Similar, comparison of summer ERA-Interim and RegCM4 horizontal upper level winds indicates a strong similarity (Figure 3a, 3b and 3e) in representing the location and strength of the tropical easterly jet (TEJ) core, even though the jet stream is slightly stronger in the model over regions south of Chad, Central African Republic, central and eastern Ethiopia. The TEJ extends from southeast Asia across the Indian Ocean towards northeast Africa, with the jet core positioned above 10°N over the Arabian Peninsula and eastern Africa, and tilted southward over central and western Africa. The low-level wind climatology for the summer season in ERA-Interim and RegCM4 is shown in Figure 3c, 3d and 3f. Like spring, summer season also showed a good agreement in both the magnitude and direction of the east African low-level jet (EALLJ).

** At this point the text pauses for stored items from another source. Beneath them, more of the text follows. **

//! What heat meets in a joint at one realisation: forces, faces, conductivities.

use crate::{
    conductance::{Curve, Local},
    estimate::{
        Chain, Failure, Realisation,
        chain::{Model, Warmth},
        surfaces,
    },
    joint::MeasuredKind,
    resistance::Load,
};

/// Length of bolt in the head and in the nut through which heat enters and leaves, in diameters.
///
/// Source: the substitution lengths of VDI 2230 for stiffness, 0.5 d and 0.4 d, from memory; heat
/// takes the same shape of path (judgement).
const SHANK_ENDS: f64 = 0.9;

/// What heat meets in a joint: forces, faces, conductivities.
#[derive(Clone, Debug)]
pub struct Conditions {
    /// Clamp force of each bolt in service, N.
    pub forces: Vec<f64>,
    /// The faces of each interface, from warm to cold: local conductance against pressure.
    pub faces: Vec<Faces>,
    /// Mean temperature of the sink surface, K.
    pub temperature: f64,
    /// Conductivity of each plate, W/(m K); in the plane where that through a plate differs.
    pub conductivity: Vec<f64>,
    /// Conductance of each shank, W/K.
    pub shanks: Vec<f64>,
}

impl Conditions {
    /// The same as the networks take it, which know two plates.
    pub fn load(&self) -> Load<'_, impl Fn(f64) -> f64> {
        Load {
            conductance: |pressure: f64| self.faces[0].conductance(pressure),
            conductivity: [
                self.conductivity[0],
                self.conductivity[self.conductivity.len() - 1],
            ],
            forces: &self.forces,
            shanks: &self.shanks,
        }
    }
}

/// The faces of an interface at one realisation.
#[derive(Clone, Debug)]
pub struct Faces {
    /// The laws.
    pub local: Local,
    /// Measured W/K per bolt as conductance over pressure, W/(m² K Pa), where a force law is given.
    pub per_pascal: Option<f64>,
}

impl Faces {
    /// Local conductance at a pressure, W/(m² K); 0 Pa is the open gap.
    pub fn conductance(&self, pressure: f64) -> f64 {
        match self.per_pascal {
            Some(factor) => factor * pressure + self.local.total(0.0),
            None => self.local.total(pressure),
        }
    }

    /// The same faces when nothing presses them: what they conduct without pressure, at any.
    pub(super) fn unpressed(&self) -> Self {
        Self {
            per_pascal: Some(0.0),
            ..self.clone()
        }
    }

    /// The same for many points up to a pressure, from a table of the law where it has no corner.
    pub fn over_many_points(&self, highest_pressure: f64) -> impl Fn(f64) -> f64 {
        let curve = match self.per_pascal {
            Some(_) => None,
            None => Curve::up_to(&self.local, highest_pressure),
        };
        move |pressure| match &curve {
            Some(curve) => curve.total(pressure),
            None => self.conductance(pressure),
        }
    }
}

impl Conditions {
    /// The same without gas in the gaps; none where there is none.
    pub(super) fn without_gas(&self) -> Option<Self> {
        let mut empty = self.clone();
        let mut any = false;
        for faces in &mut empty.faces {
            let mut interface = faces.local.interface().clone();
            any |= interface.gas.take().is_some();
            faces.local = interface.prepare();
        }
        any.then_some(empty)
    }
}

impl Chain<'_> {
    /// Forces, faces and conductivities of one case at one realisation: all that heat meets.
    ///
    /// Properties are those at the mean temperatures of the plates in the nominal state, where these
    /// are solved and the heat is stated; else those at the sink.
    pub(super) fn conditions(&self, case: usize, at: &Realisation) -> Result<Conditions, Failure> {
        match &self.model {
            Model::Cone(_) => self.conditions_at(case, &self.cold(case), at),
            Model::Elastic(model) => self.conditions_at(case, model.warmth(self, case)?, at),
        }
    }

    /// All plates as cold as the sink.
    pub(super) fn cold(&self, case: usize) -> Warmth {
        let joint = self.joint();
        Warmth::uniform(joint.plates.len(), joint.service.cases[case].temperature)
    }

    /// The same with plates of known temperature.
    pub(super) fn conditions_at(
        &self,
        case: usize,
        warmth: &Warmth,
        at: &Realisation,
    ) -> Result<Conditions, Failure> {
        let joint = self.joint();
        let by_group: Vec<f64> = joint
            .fasteners
            .iter()
            .zip(&self.groups)
            .map(|(fastener, group)| group.service_force(joint, fastener, (case, at)))
            .collect();
        let forces = self.of_bolts(&by_group);
        let temperature = joint.service.cases[case].temperature;
        let law = self.force_law(&forces, temperature);
        let faces = (0..joint.interfaces())
            .map(|index| {
                let place = (index, warmth.interface(index));
                let mut interface = surfaces::interface(joint, place, at)?;
                if self.knows_the_gap() {
                    // Only a solved field knows how a layer is pressed.
                    interface.filler_modulus =
                        joint.filler(index).and_then(|filler| filler.modulus);
                }
                Ok(Faces {
                    local: interface.prepare(),
                    per_pascal: law.map(|law| law * interface.solid_factor),
                })
            })
            .collect::<Result<Vec<Faces>, Failure>>()?;
        Ok(Conditions {
            forces,
            faces,
            temperature,
            conductivity: surfaces::conductivities(joint, warmth, at)?,
            shanks: self.shanks(warmth.bolts())?,
        })
    }

    /// Measured W/K per bolt as a local conductance over pressure, W/(m² K Pa).
    ///
    /// ```text
    /// h = p Σ G(F)/Σ F,   G = G₀ (F/F₀)ⁿ (T/T₀)ᵐ   so that ∫ h dA = Σ G, since ∫ p dA = Σ F
    /// ```
    fn force_law(&self, forces: &[f64], temperature: f64) -> Option<f64> {
        let MeasuredKind::ForceLaw {
            conductance,
            force,
            force_exponent,
            temperature: reference,
            temperature_exponent,
        } = self.joint.measured.as_ref()?.kind
        else {
            return None;
        };
        let warmth = (temperature / reference).powf(temperature_exponent);
        let whole: f64 = forces
            .iter()
            .map(|each| conductance * (each / force).powf(force_exponent) * warmth)
            .sum();
        let carried: f64 = forces.iter().sum();
        Some(if carried > 0.0 { whole / carried } else { 0.0 })
    }

    /// Conductance of each bolt's shank from head to nut, W/K.
    ///
    /// ```text
    /// 1/G = (l_K + 0.9 d)/(k A_s) + n t/(k_w A_w)
    /// ```
    ///
    /// | symbol | quantity | SI unit | field |
    /// |---|---|---|---|
    /// | `k`, `A_s` | conductivity of the bolt, stress area | W/(m K), m² | `grade`, `thread` |
    /// | `l_K` | grip, all washers included | m | |
    /// | `d` | nominal diameter | m | `thread` |
    /// | `n t`, `k_w` | height and conductivity of isolating washers | m, W/(m K) | `isolating` |
    /// | `A_w` | annulus under the head | m² | `head_seat` |
    ///
    /// The contacts under head and nut conduct far better than the shank and are left out; those on
    /// isolating washers would isolate more. A bush touches no shank that stands free in its hole.
    /// Checked: `isolating_washers_stand_in_series_with_the_shank`.
    fn shanks(&self, temperature: f64) -> Result<Vec<f64>, Failure> {
        let by_group = self
            .joint
            .fasteners
            .iter()
            .zip(&self.groups)
            .map(|(fastener, group)| {
                if !fastener.shank_path {
                    return Ok(0.0);
                }
                let conductivity = fastener
                    .grade
                    .conductivity_at(temperature)
                    .map_err(|fault| Failure::Cold(fault.to_string()))?;
                let thread = &fastener.thread;
                let length = group.stack.grip + SHANK_ENDS * thread.diameter;
                let mut resistance = length / (conductivity * thread.stress_area);
                if let Some(washers) = &fastener.isolating {
                    let own = washers
                        .material
                        .conductivity_at(temperature)
                        .map_err(|fault| Failure::Cold(fault.to_string()))?;
                    let conducts = own * washers.material.through_ratio();
                    resistance += washers.height() / (conducts * fastener.head_seat.area());
                }
                Ok(resistance.recip())
            })
            .collect::<Result<Vec<f64>, Failure>>()?;
        Ok(self.of_bolts(&by_group))
    }
}
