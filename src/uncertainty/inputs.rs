//! The uncertain inputs of a joint: which there are, how they lie, what can be done about each.

use std::sync::Arc;

use crate::{
    estimate::{Chain, Realisation},
    joint::{Bounds, Finish, Friction, Joint, Tightening, TorqueTightening, What},
    numerics::distribution::deviations,
};

/// Puts an input at a quantile, 0 to 1.
type Placing = Arc<dyn Fn(&mut Realisation, f64) + Send + Sync>;
/// Reads where an input lies.
type Reading = Arc<dyn Fn(&Realisation) -> f64 + Send + Sync>;

/// One uncertain input.
///
/// Inputs of one name, such as the friction of every bolt, are one matter to the reader.
#[derive(Clone)]
pub struct Input {
    /// Name for people.
    pub name: &'static str,
    /// What the engineer can do about it.
    pub remedy: &'static str,
    /// Puts the input at a quantile, 0 to 1.
    pub place: Placing,
    /// Where the input lies in a realisation, for its share of the spread.
    pub reading: Reading,
    /// Quantiles at which it stands in a worst case: its ends, or three standard deviations.
    pub ends: [f64; 2],
    /// What it moves.
    pub moves: Moves,
}

/// What an input moves.
#[derive(Clone, Copy, Debug, PartialEq, Eq)]
pub enum Moves {
    /// The clamp force, which rises with its quantile.
    MoreForce,
    /// The clamp force, which falls with its quantile.
    LessForce,
    /// Anything else.
    Other,
}

/// Quantile of three standard deviations below the median, Φ(−3): where an input without ends
/// stands in a worst case.
const THREE_SIGMA: f64 = 0.001_349_898_031_630_094_5;

/// Evenly between the bounds: −1 at the quantile 0, +1 at the quantile 1.
fn even(quantile: f64) -> f64 {
    2.0 * quantile - 1.0
}

/// A known input.
struct Known {
    name: &'static str,
    remedy: &'static str,
    place: fn(&mut Realisation, f64),
    reading: fn(&Realisation) -> f64,
}

impl Known {
    /// An input between ends.
    fn bounded(&self, moves: Moves) -> Input {
        Input {
            name: self.name,
            remedy: self.remedy,
            place: Arc::new(self.place),
            reading: Arc::new(self.reading),
            ends: [0.0, 1.0],
            moves,
        }
    }

    /// An input whose logarithm is normal.
    fn normal(&self) -> Input {
        let reading = self.reading;
        Input {
            reading: Arc::new(move |at| deviations(reading(at))),
            ends: [THREE_SIGMA, 1.0 - THREE_SIGMA],
            ..self.bounded(Moves::Other)
        }
    }
}
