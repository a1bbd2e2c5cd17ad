//! How the answers move with values that make another joint of it: thickness, bow, film, gas pressure.

use crate::{
    estimate::chain::elastic::{LEAST_FORCE, Readings, moved, readings},
    joint::{Bounds, Joint, What},
    resistance::Path,
};

/// Error of source to sink between two solved values of one input that asks for no further one.
const CLOSE: f64 = 0.002;
/// Solved values of one input beyond which no further one is taken; what is left is told.
const MOST_NODES: usize = 9;
/// Places of the inputs, by turns, at which all are moved at once to see what is read there.
const PROBES: [[f64; 2]; 2] = [[0.7, -0.6], [-0.8, 0.5]];
/// Forces farther from the nominal one have another one solved half way, as a logarithm: a third.
const FAR: f64 = 1.1;
/// Narrowest reach to either side of the nominal force, likewise.
const LEAST_REACH: f64 = 0.1;

/// A value that makes another joint, by its number among the stated spreads, SI.
pub(super) type Stated = (usize, f64);

/// Who solves the nominal joint under other values.
pub(super) trait Remaker<E> {
    /// Paths of the joint of some values under the nominal forces times factors, as logarithms.
    fn paths(&self, values: &[Stated], forces: &[f64]) -> Result<Vec<Path>, E>;

    /// With everything else off nominal to one side (±1), under such a force: what the draws read
    /// without these values, and what is solved with them.
    fn probed(&self, values: &[Stated], at: (f64, f64)) -> Result<[Path; 2], E>;
}

/// What values that make another joint add to the readings of a path.
///
/// ```text
/// r(F, x₁, x₂, …) ≈ r(F) + Σ_i Δ_i(F, x_i),   Δ_i = r(F, x_i) − r(F) with all others nominal
/// ```
///
/// | symbol | quantity |
/// |---|---|
/// | `r` | readings: logarithms of resistances, shares of source to sink |
/// | `F` | clamp force of all bolts over the nominal one, as a logarithm |
/// | `x_i` | logarithm of a thickness, a film or a pressure, height of a bow |
///
/// Solved are the ends of every input and its nominal value at the least, the nominal and the largest
/// force, and halves of the intervals where a parabola through three is not close. What several inputs do
/// together, and with faces and conductivities, is held against solutions of all at once, which the
/// error tells.
/// Checked: `tests/validation_draws/remade.rs`.
#[derive(Clone, Debug)]
pub(super) struct Remade {
    axes: Vec<Axis>,
    /// Logarithms of the force over the nominal one, rising.
    forces: Vec<f64>,
    /// Largest error of source to sink where it was tried, relative.
    pub(super) error: f64,
}

/// One input.
#[derive(Clone, Debug)]
struct Axis {
    index: usize,
    bounds: Bounds,
    scale: Scale,
    /// On its scale, rising.
    nodes: Vec<f64>,
    /// One for each node and force.
    moves: Vec<Vec<Readings>>,
}

/// What an input is read along.
#[derive(Clone, Copy, Debug)]
enum Scale {
    Straight,
    Logarithm,
}

impl Scale {
    fn of(what: What) -> Self {
        match what {
            What::Bow(_) => Self::Straight,
            _ => Self::Logarithm,
        }
    }

    fn put(self, value: f64) -> f64 {
        match self {
            Self::Straight => value,
            Self::Logarithm => value.ln(),
        }
    }

    fn value(self, put: f64) -> f64 {
        match self {
            Self::Straight => put,
            Self::Logarithm => put.exp(),
        }
    }
}

impl Remade {
    /// Solves what the inputs of a joint ask for over a range of force over the nominal one; none where
    /// no input makes another joint.
    pub(super) fn through<E>(
        joint: &Joint,
        range: [f64; 2],
        solver: &impl Remaker<E>,
    ) -> Result<Option<Self>, E> {
        let inputs = joint.remaking();
        if inputs.is_empty() {
            return Ok(None);
        }
        let forces = forces(range);
        let base = solver.paths(&[], &forces)?;
        let base: Vec<Readings> = base.iter().map(readings).collect();
        let mut error: f64 = 0.0;
        let mut axes = Vec::with_capacity(inputs.len());
        for index in inputs {
            let (axis, left) = Axis::through((joint, index), (&forces, &base), solver)?;
            error = worse(error, left);
            axes.push(axis);
        }
        let mut remade = Self {
            axes,
            forces,
            error,
        };
        let ends = [remade.forces[0], remade.forces[remade.forces.len() - 1]];
        for (places, (end, side)) in PROBES.into_iter().zip(ends.into_iter().zip([1.0, -1.0])) {
            let axes = remade.axes.iter().enumerate();
            let values: Vec<(usize, f64, f64)> = axes
                .map(|(turn, axis)| {
                    let place = places[turn % 2];
                    (axis.index, place, axis.bounds.at(place))
                })
                .collect();
            let stated: Vec<Stated> = values.iter().map(|each| (each.0, each.2)).collect();
            let force = 0.5 * end;
            let [told, solved] = solver.probed(&stated, (force, side))?;
            let mut at = vec![0.0; joint.uncertain.len()];
            for (index, place, _) in &values {
                at[*index] = *place;
            }
            let told = moved(&told, &remade.shift(force, &at));
            let off = (told.source_to_sink / solved.source_to_sink - 1.0).abs();
            remade.error = worse(remade.error, off);
        }
        Ok(Some(remade))
    }

    /// What the stated spreads at their places add to the readings under a force over the nominal one,
    /// as a logarithm.
    pub(super) fn shift(&self, force: f64, places: &[f64]) -> Readings {
        let mut shift = [0.0; 7];
        let last = self.forces.len() - 1;
        let force = force.clamp(self.forces[0], self.forces[last]);
        let (first, weights) = parabola(&self.forces, force);
        for axis in &self.axes {
            let place = places.get(axis.index).copied().unwrap_or(0.0);
            // A spread within rounding has one node alone.
            if place == 0.0 || axis.nodes.len() < 3 {
                continue;
            }
            let x = axis.scale.put(axis.bounds.at(place));
            let (node, along) = parabola(&axis.nodes, x);
            for (moves, along) in axis.moves[node..].iter().zip(along) {
                for (moved, weight) in moves[first..].iter().zip(weights) {
                    for (sum, each) in shift.iter_mut().zip(moved) {
                        *sum += along * weight * each;
                    }
                }
            }
        }
        shift
    }
}

impl Axis {
    /// Solves one input; with what is left between its nodes.
    fn through<E>(
        (joint, index): (&Joint, usize),
        (forces, base): (&[f64], &[Readings]),
        solver: &impl Remaker<E>,
    ) -> Result<(Self, f64), E> {
        let stated = &joint.uncertain[index];
        let scale = Scale::of(stated.what);
        let bounds = stated.bounds;
        let solve = |x: f64| -> Result<Vec<Readings>, E> {
            let paths = solver.paths(&[(index, scale.value(x))], forces)?;
            let moved = paths.iter().map(readings).zip(base);
            Ok(moved.map(|(there, here)| less(&there, here)).collect())
        };
        let nominal = scale.put(bounds.nominal);
        let mut axis = Self {
            index,
            bounds,
            scale,
            nodes: vec![nominal],
            moves: vec![vec![[0.0; 7]; forces.len()]],
        };
        for end in [bounds.low, bounds.high] {
            let x = scale.put(end);
            if (x - nominal).abs() > 0.0 {
                let moves = solve(x)?;
                axis.insert(x, moves);
            }
        }
        if let [low, high] = axis.nodes[..] {
            let x = 0.5 * (low + high);
            let moves = solve(x)?;
            axis.insert(x, moves);
        }
        loop {
            let halves: Vec<f64> = axis
                .nodes
                .windows(2)
                .map(|pair| 0.5 * (pair[0] + pair[1]))
                .collect();
            let solved = halves
                .iter()
                .map(|x| solve(*x))
                .collect::<Result<Vec<_>, E>>()?;
            let mut left: f64 = 0.0;
            for (x, solved) in halves.iter().zip(&solved) {
                let (first, weights) = parabola(&axis.nodes, *x);
                for (force, (solved, base)) in solved.iter().zip(base).enumerate() {
                    let mut told = *base;
                    for (moves, weight) in axis.moves[first..].iter().zip(weights) {
                        for (sum, each) in told.iter_mut().zip(&moves[force]) {
                            *sum += weight * each;
                        }
                    }
                    let true_ = std::array::from_fn(|reading| base[reading] + solved[reading]);
                    left = worse(left, (whole(&told) / whole(&true_) - 1.0).abs());
                }
            }
            let full = axis.nodes.len() + halves.len() > MOST_NODES;
            if left <= CLOSE || full || left.is_nan() {
                return Ok((axis, left));
            }
            for (x, moves) in halves.into_iter().zip(solved) {
                axis.insert(x, moves);
            }
        }
    }

    fn insert(&mut self, x: f64, moves: Vec<Readings>) {
        let place = self.nodes.partition_point(|node| *node < x);
        self.nodes.insert(place, x);
        self.moves.insert(place, moves);
    }
}

/// Source to sink of readings, K/W: perfect contact and what is added to it, or its share.
fn whole(read: &Readings) -> f64 {
    let [_, perfect, added, .., share] = *read;
    if added.is_finite() {
        perfect.exp() + added.exp()
    } else {
        perfect.exp() / (1.0 - share)
    }
}

fn less(there: &Readings, here: &Readings) -> Readings {
    std::array::from_fn(|reading| there[reading] - here[reading])
}

/// First of the three nearest nodes, of three or more, and their weights in the parabola through them.
fn parabola(nodes: &[f64], x: f64) -> (usize, [f64; 3]) {
    let last = nodes.len() - 1;
    let nearest = (0..=last)
        .min_by(|one, other| {
            (nodes[*one] - x)
                .abs()
                .total_cmp(&(nodes[*other] - x).abs())
        })
        .unwrap_or(0);
    let first = nearest.clamp(1, last - 1) - 1;
    let [a, b, c] = [nodes[first], nodes[first + 1], nodes[first + 2]];
    let weights = [
        (x - b) * (x - c) / ((a - b) * (a - c)),
        (x - a) * (x - c) / ((b - a) * (b - c)),
        (x - a) * (x - b) / ((c - a) * (c - b)),
    ];
    (first, weights)
}

/// Forces at which the inputs are solved: the ends and nominal, and half way to an end that lies far.
fn forces([low, high]: [f64; 2]) -> Vec<f64> {
    let least = low.max(LEAST_FORCE).ln().min(-LEAST_REACH);
    let most = high.ln().max(LEAST_REACH);
    let mut forces = vec![least];
    if least < -FAR {
        forces.push(0.5 * least);
    }
    forces.push(0.0);
    if most > FAR {
        forces.push(0.5 * most);
    }
    forces.push(most);
    forces
}

/// The larger of two errors; not a number where one of them is none.
fn worse(one: f64, other: f64) -> f64 {
    if one.is_nan() || other.is_nan() {
        f64::NAN
    } else {
        one.max(other)
    }
}
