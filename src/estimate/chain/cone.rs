//! The chain on closed forms and networks: cones, ring sums, plan grid.

use std::{
    borrow::Cow,
    sync::{Arc, OnceLock},
};

use crate::{
    diagnostic::Caution,
    estimate::{
        Chain, Failure, PressureResult, Realisation, RingRow,
        chain::{
            Model,
            conditions::Conditions,
            elastic::moved,
            form::with_form,
            geometry::Geometry,
            levels::Level,
            remade::{Remade, Remaker, Stated},
        },
    },
    joint::{Bounds, Joint},
    pressure::{Cone, Pair},
    resistance::{Cells, Path},
};

/// The closed-form field on networks.
#[derive(Clone, Debug)]
pub(super) struct ConeModel {
    /// Shared with the chains of other torques.
    pub(super) geometry: Arc<Geometry>,
    /// What the plan grid makes of the cells' answer, for each case; none without a grid.
    levels: Vec<Level>,
    /// Model form, as a factor on what the joint adds.
    form: Bounds,
    /// What stated values do that make another joint, for each case, once it has been asked for; empty
    /// where there are none.
    remade: Vec<Arc<OnceLock<Arc<Remade>>>>,
}

/// A case whose joint is solved under other values.
struct Beside<'a> {
    model: &'a ConeModel,
    chain: &'a Chain<'a>,
    case: usize,
}

impl ConeModel {
    pub(super) fn new(joint: &Joint) -> Result<Self, Failure> {
        Ok(Self {
            geometry: Arc::new(Geometry::new(joint)?),
            levels: Vec::new(),
            form: Bounds::exact(1.0),
            remade: Vec::new(),
        })
    }

    /// The same plates with calibration and model form for the forces and the medium of a chain.
    pub(super) fn levelled(&self, chain: &Chain) -> Result<Self, Failure> {
        let remakes = !chain.joint().remaking().is_empty();
        let cases = chain.joint().service.cases.len();
        Ok(Self {
            remade: if remakes {
                (0..cases).map(|_| Arc::default()).collect()
            } else {
                Vec::new()
            },
            levels: self.calibrated(chain, &self.levels)?,
            form: self.form_bounds(chain)?,
            geometry: self.geometry.clone(),
        })
    }

    pub(super) fn cells(&self) -> &Cells {
        &self.geometry.cells
    }

    pub(super) fn cones(&self) -> &[Cone] {
        &self.geometry.cones
    }

    /// The path of a case at one realisation, model form applied.
    pub(super) fn path(
        &self,
        chain: &Chain,
        case: usize,
        (conditions, at): (&Conditions, &Realisation),
    ) -> Result<Path, Failure> {
        let path = self.alone(case, conditions, at);
        if at.stated.is_empty() {
            return Ok(path);
        }
        let Some(remade) = self.remade(chain, case)? else {
            return Ok(path);
        };
        let whole = |forces: &[f64]| forces.iter().sum::<f64>();
        let nominal = whole(&chain.nominal_forces(case, chain.joint()));
        let force = (whole(&conditions.forces) / nominal).ln();
        Ok(moved(&path, &remade.shift(force, &at.stated)))
    }

    /// What stated values of a case do that make another joint; none where there are none.
    ///
    /// Two threads may work it out at once; waiting for each other could take for ever, since it is
    /// worked out on all cores.
    fn remade(&self, chain: &Chain, case: usize) -> Result<Option<&Remade>, Failure> {
        let Some(slot) = self.remade.get(case) else {
            return Ok(None);
        };
        if slot.get().is_none() {
            let forces = chain.nominal_forces(case, chain.joint());
            let nominal: f64 = forces.iter().sum();
            // Forces are counted over the nominal one.
            if nominal <= 0.0 {
                return Err(chain.open(case, &forces));
            }
            let beside = Beside {
                model: self,
                chain,
                case,
            };
            let range = chain.force_range(case, nominal);
            if let Some(found) = Remade::through(chain.joint(), range, &beside)? {
                slot.get_or_init(|| Arc::new(found));
            }
        }
        Ok(slot.get().map(Arc::as_ref))
    }

    /// Works out what the draws of a case need.
    pub(super) fn expect_draws(&self, chain: &Chain, case: usize) -> Result<(), Failure> {
        self.remade(chain, case).map(|_| ())
    }

    /// Error of what the draws of a case read between solved joints, where they do.
    pub(super) fn draw_error(&self, case: usize) -> Option<f64> {
        Some(self.remade.get(case)?.get()?.error)
    }

    /// The path without the stated values that make another joint.
    fn alone(&self, case: usize, conditions: &Conditions, at: &Realisation) -> Path {
        let solved = self.cells().solve(&self.clamped(conditions).load());
        let mut path = match self.levels.get(case) {
            Some(level) => level.calibration.applied(solved),
            None => solved,
        };
        if !self.all_clamp(conditions) {
            let known = std::mem::take(&mut path.contact_per_bolt);
            path.contact_per_bolt = vec![0.0; conditions.forces.len()];
            for (bolt, contact) in self.geometry.clamping.iter().zip(known) {
                path.contact_per_bolt[*bolt] = contact;
            }
        }
        with_form(path, self.form.at(at.field))
    }

    fn all_clamp(&self, conditions: &Conditions) -> bool {
        self.geometry.clamping.len() == conditions.forces.len()
    }

    /// Conditions as the networks take them: those of the bolts that are there.
    pub(super) fn clamped<'a>(&self, conditions: &'a Conditions) -> Cow<'a, Conditions> {
        if self.all_clamp(conditions) {
            return Cow::Borrowed(conditions);
        }
        Cow::Owned(Conditions {
            forces: self.clamping(&conditions.forces),
            shanks: self.clamping(&conditions.shanks),
            ..conditions.clone()
        })
    }

    /// Values of the bolts that are there, of the values of all.
    pub(super) fn clamping(&self, values: &[f64]) -> Vec<f64> {
        let clamping = self.geometry.clamping.iter();
        clamping.map(|bolt| values[*bolt]).collect()
    }

    /// Place among the bolts that are there; none for one that is missing.
    fn place(&self, bolt: usize) -> Option<usize> {
        self.geometry.clamping.binary_search(&bolt).ok()
    }

    /// Radius where the contact of a bolt ends, m; 0 where the bolt is missing.
    pub(super) fn contact_radius(&self, bolt: usize) -> f64 {
        self.place(bolt)
            .map_or(0.0, |place| self.cones()[place].contact_radius)
    }

    /// The rings around a bolt; none where it is missing.
    pub(super) fn rings(&self, conditions: &Conditions, bolt: usize) -> Vec<RingRow> {
        let clamped = self.clamped(conditions);
        self.place(bolt)
            .map_or_else(Vec::new, |place| self.cells().rings(&clamped.load(), place))
    }

    /// The pressure field under the forces of the bolts, N.
    pub(super) fn pressure(&self, forces: &[f64]) -> PressureResult {
        let cells = self.cells();
        let forces = &self.clamping(forces);
        PressureResult {
            peak: cells.peak_pressure(forces),
            contact_area: cells.contact_area(),
            radius_95: cells.radius_holding(0.95, forces),
            force: cells.force_carried(forces),
            gap_max: None,
            gap_mean: None,
            solved: None,
        }
    }

    /// Cautions of the closed form that do not depend on the force, each once.
    pub(super) fn cautions(&self) -> Vec<Caution> {
        let mut found: Vec<Caution> = Vec::new();
        for caution in self.geometry.pairs.iter().filter_map(Pair::caution) {
            if !found.contains(&caution) {
                found.push(caution);
            }
        }
        found
    }
}

impl Beside<'_> {
    /// The cone of the joint of some values under its conditions at a realisation, forces times a factor
    /// given as its logarithm.
    fn solved(&self, values: &[Stated], at: (&Realisation, &[f64])) -> Result<Vec<Path>, Failure> {
        let through = |model: &ConeModel, chain: &Chain| {
            let (at, forces) = at;
            let conditions = chain.conditions(self.case, at)?;
            let path = |force: &f64| {
                let mut under = conditions.clone();
                for each in &mut under.forces {
                    *each *= force.exp();
                }
                model.alone(self.case, &under, at)
            };
            Ok(forces.iter().map(path).collect())
        };
        if values.is_empty() {
            return through(self.model, self.chain);
        }
        let other = self.chain.remade(values)?;
        match &other.model {
            Model::Cone(model) => through(model, &other),
            Model::Elastic(_) => unreachable!("a cone is remade as a cone"),
        }
    }
}

impl Remaker<Failure> for Beside<'_> {
    fn paths(&self, values: &[Stated], forces: &[f64]) -> Result<Vec<Path>, Failure> {
        self.solved(values, (&Realisation::default(), forces))
    }

    fn probed(&self, values: &[Stated], (force, side): (f64, f64)) -> Result<[Path; 2], Failure> {
        let at = Realisation {
            law: 0.8 * side,
            gas: -0.6 * side,
            conductivity: [-0.6 * side, 0.7 * side],
            ..Realisation::default()
        };
        let solved = |values: &[Stated]| {
            let paths = self.solved(values, (&at, &[force]))?;
            Ok::<Path, Failure>(paths[0].clone())
        };
        Ok([solved(&[])?, solved(values)?])
    }
}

The correlation with the time series of the wind field and the first rotated principal component (RPC1) of the upper level wind (Figure 4a and 4b) reveals that the spatial pattern of the dominant mode of variability at upper levels is a dipole structure, which shows positive above ~10°N and negative below ~10°N in both model and ERA-Interim. The boundary of the dipole pattern in the model is shifted slightly northward and has stronger magnitude over southern regions.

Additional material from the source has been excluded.